■ **Data records**:
/// A PNG render proves the file is well-formed enough for a real renderer,
/// and, rendered again without its `<text>` elements, that the text was
/// drawn: resvg maps plain `sans-serif` to Arial, absent on most Linux
/// machines, so the picture must name fonts that are there (DejaVu Sans,
/// Liberation Sans, Noto Sans). No `--sans-serif-family` is passed: a user
/// running plain `resvg plant.svg plant.png` gets the text too.
/// resvg is optional, so without it the check is skipped with a notice.
fn render_png_if_possible(svg_path: &Path) {
    let Some(resvg) = resvg(&svg_path.display().to_string()) else { return };
    let bytes = render_png(&resvg, svg_path);
    assert!(bytes.starts_with(b"\x89PNG") && bytes.len() > 10_000, "PNG of {} bytes", bytes.len());
    let svg = std::fs::read_to_string(svg_path).expect("the picture reads");
    let bare_path = svg_path.with_file_name("without-text.svg");
    std::fs::write(&bare_path, without_text(&svg)).expect("written");
    assert_ne!(bytes, render_png(&resvg, &bare_path), "resvg drew no text: no font of the list was found");
}

/// Every text of the picture names the open-font list (issue 14).
fn fonts_are_listed(svg_path: &Path) {
    let svg = std::fs::read_to_string(svg_path).expect("the picture reads");
    for t in svg.split("<text").skip(1) {
        assert!(
            t.contains("font-family=\"DejaVu Sans, Liberation Sans, Noto Sans, sans-serif\""),
            "a text without the font list: {}",
            &t[..t.len().min(200)]
        );
    }
}

/// Issue 14: department names overflowed their boxes (the size was clamped
/// at 9 px whatever the name's length), and a flow of one load an hour read
/// "1 loads/h". A name now fits inside its box at 9 px or more, measured at
/// a conservative 0.68 em a letter (DejaVu Sans Bold), or goes below it; a
/// rate of one is singular. The rules check has flows of exactly 1 load/h
/// (cut → press, press → paint; see the scenario's comment).
#[test]
fn labels_fit_their_boxes_or_go_below_and_one_load_is_singular() {
    let dir = tempfile::tempdir().expect("temp dir");
    let scenario = std::fs::read_to_string(root().join("scenarios/validation/search-rules.yaml")).unwrap();
    let long = dir.path().join("long-names.yaml");
    std::fs::write(&long, scenario.replace("press", "pressing-and-forming-line")).unwrap();
    let out = draw(long.to_str().unwrap(), "current", dir.path(), &[]);
    let svg = std::fs::read_to_string(&out).unwrap();
    assert!(svg.contains("cut → pressing-and-forming-line: 1 load/h"), "{svg}");
    assert!(!svg.contains(" 1 loads/h"));
    let mut placements = HashMap::new();
    let mut content = String::new();
    let mut pending: Option<(String, String, f64, f64)> = None;
    for event in svg::open(&out, &mut content).expect("the picture parses as SVG") {
        match event {
            Event::Tag("text", _, attrs)
                if attrs.get("class").is_some_and(|c| **c == *"department-label") =>
            {
                pending = Some((
                    attrs["data-department"].to_string(),
                    attrs["data-placement"].to_string(),
                    attrs["font-size"].parse().unwrap(),
                    attrs["data-box-px"].parse().unwrap(),
                ));
            }
            Event::Text(t) => {
                if let Some((name, placement, size, box_px)) = pending.take() {
                    assert_eq!(t.trim(), name);
                    if placement == "inside" {
                        let width = 0.68 * size * name.chars().count() as f64;
                        assert!(
                            size >= 9.0 && width <= box_px + 1e-9,
                            "{name}: {width} px in a {box_px} px box"
                        );
                    }
                    placements.insert(name, placement);
                }
            }
            _ => {}
        }
    }
    assert_eq!(placements["pressing-and-forming-line"], "below", "{placements:?}");
    assert_eq!(placements["cut"], "inside", "{placements:?}");
    assert_eq!(placements["in"], "above", "a dock's name goes above its box: {placements:?}");
    fonts_are_listed(&out);
    render_png_if_possible(&out);
}
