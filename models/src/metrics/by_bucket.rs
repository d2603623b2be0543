//! Results by time bucket across replications: each bucket's metrics with intervals, and the peak.
//!
//! A bucket's value of a metric in one replication is `value` over that
//! bucket's `RepStats` (its window is the bucket's exposure), so a bucketed
//! WIP, flow time or utilisation has the one definition the whole run uses.
//! Across replications each (bucket, metric) is a [`Moments`]: its mean and
//! 95% interval over the replications that observed it, as for the whole run.

use serde::Serialize;

use crate::plant::Plant;
use crate::sim::RepStats;
use crate::timebuckets::{By, Grid};

use super::estimate::{Estimate, Moments};
use super::list::{every_metric, Metric};
use super::registry::{Id, Percentile, Scope};

/// The label of the whole window's row beside the buckets.
pub const WHOLE: &str = "whole window";

/// Share above the off-peak level within which the plant counts as recovered.
pub const RECOVERED_WITHIN: f64 = 0.10;

/// Whether `m` is reported per bucket: every listed metric, and the 50th,
/// 90th and 95th percentiles of flow time and move wait (plant and fleet).
/// The percentiles of the move wait's two parts are not: buckets keep no
/// histograms of them.
pub fn bucketed(m: &Metric) -> bool {
    let pct = |p: Percentile| matches!(p, Percentile::P50 | Percentile::P90 | Percentile::P95);
    match m.def.id {
        Id::FlowTimeQuantile(p) | Id::MoveWaitQuantile(p) | Id::FleetMoveWaitQuantile(p) => pct(p),
        Id::FleetMoveWaitAssignQuantile(_) | Id::FleetMoveWaitDriveQuantile(_) => false,
        // Kits and their waits are counted for the whole window only (the
        // bucket collector keeps no kitting figures yet: docs/metrics.md, "Assembly").
        Id::ProductKits | Id::ProductKitWait | Id::ProductPartWait => false,
        // Crews' figures are kept for the whole window only, not per bucket.
        Id::PersonWait
        | Id::DepartmentPersonWait
        | Id::CrewUtilization
        | Id::CrewScheduledUtilization
        | Id::CrewPersonWait
        | Id::CrewCost => false,
        _ => m.def.listed,
    }
}

/// The metrics `plant` reports per bucket, in report order.
pub fn bucket_metrics(plant: &Plant) -> Vec<Metric> {
    every_metric(plant).into_iter().filter(bucketed).collect()
}

/// Every bucketed metric's value in each bucket of one replication: `[bucket][metric]`.
pub fn bucket_values(plant: &Plant, list: &[Metric], r: &RepStats) -> Vec<Vec<f64>> {
    r.by.iter().map(|b| list.iter().map(|m| m.value(plant, b)).collect()).collect()
}

/// A layout's buckets while replications are folded in, in memory that does
/// not grow with them (a [`Moments`] per bucket and metric).
#[derive(Debug, Clone)]
pub struct BucketAccumulator {
    grid: Grid,
    metrics: Vec<Metric>,
    /// `[bucket * metrics + metric]`.
    moments: Vec<Moments>,
    /// Each bucket's exposure per replication, h.
    exposure: Vec<Moments>,
    /// The same metrics over the whole window, computed the same way (for
    /// the row tables print beside the buckets).
    whole: Vec<Moments>,
}

impl BucketAccumulator {
    /// Nothing folded in yet.
    pub fn new(plant: &Plant, grid: &Grid) -> BucketAccumulator {
        let metrics = bucket_metrics(plant);
        BucketAccumulator {
            moments: vec![Moments::new(); grid.len() * metrics.len()],
            exposure: vec![Moments::new(); grid.len()],
            whole: vec![Moments::new(); metrics.len()],
            grid: grid.clone(),
            metrics,
        }
    }

    /// Fold in the next replication.
    pub fn add(&mut self, plant: &Plant, r: &RepStats) {
        self.add_values(plant, &bucket_values(plant, &self.metrics, r), r);
    }

    /// Fold in the next replication whose bucket values the caller has computed already.
    pub fn add_values(&mut self, plant: &Plant, values: &[Vec<f64>], r: &RepStats) {
        let nm = self.metrics.len();
        for (m, w) in self.metrics.iter().zip(&mut self.whole) {
            w.add(m.value(plant, r));
        }
        for (b, (row, stats)) in values.iter().zip(&r.by).enumerate() {
            self.exposure[b].add(stats.window_s / 3600.0);
            for (k, &x) in row.iter().enumerate() {
                self.moments[b * nm + k].add(x);
            }
        }
    }

    /// The metrics reported per bucket.
    pub fn metrics(&self) -> &[Metric] {
        &self.metrics
    }

    /// The summary so far.
    pub fn finish(&self) -> BucketSummary {
        let nm = self.metrics.len();
        let buckets = self
            .grid
            .labels
            .iter()
            .enumerate()
            .map(|(b, label)| BucketInfo {
                bucket: label.clone(),
                exposure_h: self.exposure[b].estimate().mean,
            })
            .collect();
        let mut rows = Vec::with_capacity(self.moments.len());
        for (b, label) in self.grid.labels.iter().enumerate() {
            for (k, m) in self.metrics.iter().enumerate() {
                let e = self.moments[b * nm + k].estimate();
                rows.push(BucketRow {
                    bucket: label.clone(),
                    scope: m.scope,
                    subject: m.subject.clone(),
                    metric: m.name,
                    mean: e.mean,
                    half_width: e.half_width,
                    n: e.n,
                });
            }
        }
        let whole = self
            .metrics
            .iter()
            .zip(&self.whole)
            .map(|(m, w)| {
                let e = w.estimate();
                BucketRow {
                    bucket: WHOLE.to_string(),
                    scope: m.scope,
                    subject: m.subject.clone(),
                    metric: m.name,
                    mean: e.mean,
                    half_width: e.half_width,
                    n: e.n,
                }
            })
            .collect();
        let find = |id: Id| self.metrics.iter().position(|m| m.def.id == id && m.scope == Scope::Plant);
        let column = |k: Option<usize>| -> Option<Vec<Estimate>> {
            k.map(|k| (0..self.grid.len()).map(|b| self.moments[b * nm + k].estimate()).collect())
        };
        let peak = Peak::from_buckets(
            &self.grid.by,
            &self.grid.labels,
            column(find(Id::Wip)).as_deref(),
            column(find(Id::MoveWaitQuantile(Percentile::P95))).as_deref(),
        );
        BucketSummary { by: self.grid.by.name(), cyclic: self.grid.by.cyclic(), buckets, rows, whole, peak }
    }
}

/// One bucket's name and how much of the window it covered.
#[derive(Debug, Clone, Serialize)]
pub struct BucketInfo {
    /// `10:00–11:00`, `Tue`, `06:00–14:00`, `day 3`, `day 2 08:00`.
    pub bucket: String,
    /// Hours of each replication's observation window in this bucket (folded over cycles).
    pub exposure_h: f64,
}

/// One metric in one bucket, across replications (a tidy row).
#[derive(Debug, Clone, Serialize)]
pub struct BucketRow {
    /// The bucket's label.
    pub bucket: String,
    /// The metric's scope.
    pub scope: Scope,
    /// The product, department, fleet or segment; empty for the plant.
    pub subject: String,
    /// The registry name.
    pub metric: &'static str,
    /// Mean over the replications that observed it in this bucket.
    pub mean: f64,
    /// Half-width of the 95% interval (`null` with fewer than two).
    pub half_width: Option<f64>,
    /// Replications that observed it in this bucket.
    pub n: usize,
}

/// A layout's results by time bucket.
#[derive(Debug, Clone, Serialize)]
pub struct BucketSummary {
    /// How the clock was sliced, as typed: `hour-of-day`, `period=8 h`.
    pub by: String,
    /// Every repetition of the cycle folded onto one set of buckets.
    pub cyclic: bool,
    /// The buckets, in time order.
    pub buckets: Vec<BucketInfo>,
    /// Every bucketed metric in every bucket, bucket by bucket.
    pub rows: Vec<BucketRow>,
    /// The same metrics over the whole window, each replication's value
    /// computed as a bucket's is (bucket `whole window`).
    pub whole: Vec<BucketRow>,
    /// The peak and the recovery from it.
    pub peak: Peak,
}

impl BucketSummary {
    /// The estimate of metric `name` of `subject` (empty for the plant) in
    /// bucket `b`, or over the whole window when `b` is `None`.
    pub fn get(&self, b: Option<usize>, subject: &str, name: &str) -> Option<Estimate> {
        let rows = match b {
            Some(b) => {
                let per = self.whole.len();
                &self.rows[b * per..(b + 1) * per]
            }
            None => &self.whole[..],
        };
        rows.iter().find(|r| r.metric == name && r.subject == subject).map(|r| Estimate {
            mean: r.mean,
            half_width: r.half_width,
            n: r.n,
        })
    }
}

/// A bucket that stands out, with its estimate.
#[derive(Debug, Clone, Serialize)]
pub struct PeakBucket {
    /// The bucket's label.
    pub bucket: String,
    /// Its mean over replications.
    pub mean: f64,
    /// Half-width of the 95% interval.
    pub half_width: Option<f64>,
}

/// The busiest buckets and how long the plant takes to settle after the peak.
///
/// The off-peak level is the mean WIP of the quietest quarter of the buckets
/// (at least one). The plant has recovered at the first bucket after the
/// peak-WIP bucket whose WIP is at most (1 + 10%) × that level; the recovery
/// time runs from the end of the peak bucket to the start of that one, so it
/// is known to the width of a bucket. Cyclic grids wrap once round the cycle;
/// shift buckets are not in time order, so there is no recovery time by shift.
#[derive(Debug, Clone, Serialize)]
pub struct Peak {
    /// The bucket with the highest mean WIP (`wip_mean`).
    pub wip_mean: Option<PeakBucket>,
    /// The bucket with the highest mean 95th percentile of the move wait (none without movers).
    pub move_wait_p95_s: Option<PeakBucket>,
    /// Mean WIP of the quietest quarter of the buckets.
    pub off_peak_wip_mean: Option<f64>,
    /// Hours from the end of the peak-WIP bucket until WIP is back within 10%
    /// of the off-peak level; `None` when it never is within the grid, by
    /// shift, or when there is no clear peak (the busiest bucket's interval
    /// reaches down to within 10% of the off-peak level).
    pub recovery_h: Option<f64>,
    /// Why there is no recovery time, when there is none.
    #[serde(skip_serializing_if = "Option::is_none")]
    pub recovery_note: Option<String>,
}

impl Peak {
    /// The peak of the buckets `labels` of a grid sliced `by`, from each
    /// bucket's plant WIP and 95th-percentile move wait across replications
    /// (`None`: the metric is not reported).
    pub fn from_buckets(
        by: &By,
        labels: &[String],
        wip: Option<&[Estimate]>,
        wait: Option<&[Estimate]>,
    ) -> Peak {
        let n = labels.len();
        let top = |col: &[Estimate]| -> Option<(usize, Estimate)> {
            col.iter()
                .copied()
                .enumerate()
                .filter(|(_, e)| e.mean.is_finite())
                .max_by(|a, b| a.1.mean.total_cmp(&b.1.mean))
        };
        let pb = |(b, e): (usize, Estimate)| PeakBucket {
            bucket: labels[b].clone(),
            mean: e.mean,
            half_width: e.half_width,
        };
        let wip_peak = wip.and_then(top);
        let wait_peak = wait.and_then(top).filter(|(_, e)| e.mean > 0.0);
        let mut peak = Peak {
            wip_mean: wip_peak.map(pb),
            move_wait_p95_s: wait_peak.map(pb),
            off_peak_wip_mean: None,
            recovery_h: None,
            recovery_note: None,
        };
        let (Some(col), Some((at, _))) = (wip, wip_peak) else {
            return peak;
        };
        let levels: Vec<f64> = col.iter().map(|e| e.mean).collect();
        let mut quiet: Vec<f64> = levels.iter().copied().filter(|x| x.is_finite()).collect();
        quiet.sort_by(f64::total_cmp);
        quiet.truncate((quiet.len() / 4).max(1));
        let off = quiet.iter().sum::<f64>() / quiet.len() as f64;
        peak.off_peak_wip_mean = Some(off);
        let (_, top) = wip_peak.expect("matched above");
        if top.mean - top.half_width.unwrap_or(f64::INFINITY) <= (1.0 + RECOVERED_WITHIN) * off {
            peak.recovery_note = Some(
                "no clear peak: the busiest bucket's WIP interval reaches within 10% of the off-peak level"
                    .into(),
            );
            return peak;
        }
        if matches!(by, By::Shift(_)) {
            peak.recovery_note = Some("shift buckets are not in time order".into());
            return peak;
        }
        let width_h = by.bucket_width_s() / 3600.0;
        let steps = if by.cyclic() { n - 1 } else { n - 1 - at };
        for s in 1..=steps {
            let b = (at + s) % n;
            if levels[b].is_finite() && levels[b] <= (1.0 + RECOVERED_WITHIN) * off {
                peak.recovery_h = Some((s - 1) as f64 * width_h);
                return peak;
            }
        }
        peak.recovery_note = Some(if by.cyclic() {
            "WIP stays more than 10% above the off-peak level all round the cycle".into()
        } else {
            "WIP is still more than 10% above the off-peak level at the end of the run".into()
        });
        peak
    }
}
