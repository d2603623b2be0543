//! The layflow command line: the command tree and dispatch; each command lives in `commands/`.
//!
//! `settings.rs` resolves what every command shares (scenario, layouts,
//! horizon, warm-up, replications, seed, threads, demand); `commands/` holds
//! one file per command; `render/` draws their output (tables, charts, the
//! plant, progress, one colour palette). Human tables go to stdout,
//! diagnostics and progress to stderr, both through `output.rs` (a write
//! error is a value, never a panic). Exit codes: 0 success, 2 bad input
//! (scenario or arguments), 1 the run itself failed or its output could not
//! be written, 141 stdout closed early (`| head`), 130 Ctrl-C.

mod commands;
mod failure;
mod output;
mod render;
mod report;
mod settings;
mod signals;
mod trace;

use std::process::ExitCode;

/// Freed memory stays with the process for the next replication instead of
/// going back to the system (the workspace Cargo.toml says why and what it saved).
#[global_allocator]
static ALLOCATOR: mimalloc::MiMalloc = mimalloc::MiMalloc;

use clap::{Parser, Subcommand};

use commands::{check, compare, draw, experiment, fleet, generate, run, search};

/// Simulate work in process moving through a plant laid out by departments,
/// and compare layouts on throughput, WIP, flow time and handling cost.
#[derive(Parser, Debug)]
#[command(
    name = "layflow",
    version,
    about,
    long_about = None,
    after_help = "Examples:\n  layflow check scenarios/demo.yaml\n  layflow run scenarios/demo.yaml\n  \
                  layflow run scenarios/demo.yaml --layout proposed --replications 40 --format json\n  \
                  layflow compare scenarios/demo.yaml --demand 0.8,1.0,1.2\n  \
                  layflow compare scenarios/demo.yaml --select --indifference \"3 min\"\n  \
                  layflow fleet scenarios/demo.yaml --fleet forklifts --sizes 1..5 --target 'move_wait_p95_s <= 2 min'\n  \
                  layflow search scenarios/demo.yaml --out found.yaml --validate\n  \
                  layflow experiment scenarios/plans/overnight.yaml --out results\n  \
                  layflow draw scenarios/aisles-demo.yaml --layout proposed -o plant.svg\n  \
                  layflow report results -o report.html\n\n\
                  Exit codes: 0 success, 2 bad input (scenario or arguments), 1 the run failed or its output\n  \
                  could not be written, 130 stopped by Ctrl-C or SIGTERM, 141 stdout closed early (`| head`)."
)]
struct Cli {
    #[command(subcommand)]
    command: Command,
    /// Show every table column, however wide (default tables fit 100 characters).
    #[arg(long, global = true)]
    wide: bool,
    /// Show the statistical working: procedure constants, pilot-run details.
    #[arg(long, short = 'v', global = true)]
    verbose: bool,
}

#[derive(Subcommand, Debug)]
enum Command {
    /// Validate a scenario and print its static picture for every layout:
    /// from-to chart, load-distance, static handling cost, predicted utilisations.
    Check(check::CheckArgs),
    /// Simulate every layout (or those named) over replications and report
    /// means with 95% confidence intervals.
    Run(run::RunArgs),
    /// Compare layouts under common random numbers: paired differences against
    /// a baseline, static against simulated rank, demand sweeps, and selection
    /// of the best layout with a stated confidence (--select).
    Compare(compare::CompareArgs),
    /// Size one handling fleet: simulate every size with common random numbers,
    /// judge each against targets, and show the analytic estimate beside it.
    Fleet(fleet::FleetArgs),
    /// Search for layouts with a low load-distance cost (robust tabu search, simulated
    /// annealing, pairwise exchange), write them for `compare`, and check them by simulation.
    Search(search::SearchArgs),
    /// Run an experiment plan (layouts × demand × fleet sizes × any scenario field ×
    /// replications): durable, resumable, shardable for a cluster.
    Experiment(experiment::ExperimentArgs),
    /// Combine the output folders of an experiment's shards into exactly the result of one run.
    Merge(experiment::MergeArgs),
    /// Print an experiment's summary again from its output folder, without re-running.
    Summarize(experiment::SummarizeArgs),
    /// Draw one layout as an SVG picture: locations, departments, docks, the aisle
    /// network and flows between departments (width ∝ loads per hour).
    Draw(draw::DrawArgs),
    /// Write one self-contained HTML page from results folders: the answer,
    /// the plant side by side, charts, results over time, assumptions, and a
    /// replay of a day from a trace (--replay).
    Report(report::ReportArgs),
    /// Write a synthetic plant of real size (80 departments, 1,000 products by
    /// default) as a scenario file, for trials and benchmarks (docs/speed.md).
    #[command(hide = true)]
    Generate(generate::GenerateArgs),
}

/// The last guard: output goes through `output.rs`, which returns write
/// errors as values, so no write should reach here. Should one still panic
/// on a closed stdout or stderr (a dependency printing directly), leave as
/// a write error does: quietly with 141 for a closed pipe, else with one
/// line and exit 1. Any other panic is a bug and keeps its message.
fn last_guard_for_output() {
    let default = std::panic::take_hook();
    std::panic::set_hook(Box::new(move |info| {
        let text = info
            .payload()
            .downcast_ref::<String>()
            .map(String::as_str)
            .or_else(|| info.payload().downcast_ref::<&str>().copied())
            .unwrap_or("");
        if text.contains("Broken pipe") || text.contains("os error 32") {
            // 128 + SIGPIPE, what a shell reports for a process the pipe closed.
            std::process::exit(141);
        }
        if text.starts_with("failed printing to std") {
            output::note!(
                "error: could not write the output ({})",
                text.trim_start_matches("failed printing to ")
            );
            std::process::exit(1);
        }
        default(info);
    }));
}

fn main() -> ExitCode {
    last_guard_for_output();
    signals::install();
    let cli = Cli::parse();
    render::table::set_wide(cli.wide);
    render::table::set_verbose(cli.verbose);
    let result = match cli.command {
        Command::Check(a) => check::check(&a),
        Command::Run(a) => run::run(&a),
        Command::Compare(a) => compare::compare(&a),
        Command::Fleet(a) => fleet::fleet(&a),
        Command::Search(a) => search::search(&a),
        Command::Experiment(a) => experiment::experiment(&a),
        Command::Merge(a) => experiment::merge(&a),
        Command::Summarize(a) => experiment::summarize(&a),
        Command::Draw(a) => draw::draw(&a),
        Command::Report(a) => report::report(&a),
        Command::Generate(a) => generate::generate(&a),
    };
    match result {
        Ok(()) => ExitCode::SUCCESS,
        Err(f) => {
            let msg = f.message().trim_end();
            if f.quiet {
                // A closed pipe: the reader has seen enough; nothing to report.
            } else if msg.starts_with("error") {
                output::note!("{msg}");
            } else {
                output::note!("error: {msg}");
            }
            ExitCode::from(f.code)
        }
    }
}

■ **What to do**: The lines from the start of the entries above through the line containing "size was clamped" are the ones to return, please; copy them exactly and include both ends.

■ **Answer to this problem**:
/// A PNG render proves the file is well-formed enough for a real renderer,
/// and, rendered again without its `<text>` elements, that the text was
/// drawn: resvg maps plain `sans-serif` to Arial, absent on most Linux
/// machines, so the picture must name fonts that are there (DejaVu Sans,
/// Liberation Sans, Noto Sans). No `--sans-serif-family` is passed: a user
/// running plain `resvg plant.svg plant.png` gets the text too.
/// resvg is optional, so without it the check is skipped with a notice.
fn render_png_if_possible(svg_path: &Path) {
    let Some(resvg) = resvg(&svg_path.display().to_string()) else { return };
    let bytes = render_png(&resvg, svg_path);
    assert!(bytes.starts_with(b"\x89PNG") && bytes.len() > 10_000, "PNG of {} bytes", bytes.len());
    let svg = std::fs::read_to_string(svg_path).expect("the picture reads");
    let bare_path = svg_path.with_file_name("without-text.svg");
    std::fs::write(&bare_path, without_text(&svg)).expect("written");
    assert_ne!(bytes, render_png(&resvg, &bare_path), "resvg drew no text: no font of the list was found");
}

/// Every text of the picture names the open-font list (issue 14).
fn fonts_are_listed(svg_path: &Path) {
    let svg = std::fs::read_to_string(svg_path).expect("the picture reads");
    for t in svg.split("<text").skip(1) {
        assert!(
            t.contains("font-family=\"DejaVu Sans, Liberation Sans, Noto Sans, sans-serif\""),
            "a text without the font list: {}",
            &t[..t.len().min(200)]
        );
    }
}

/// Issue 14: department names overflowed their boxes (the size was clamped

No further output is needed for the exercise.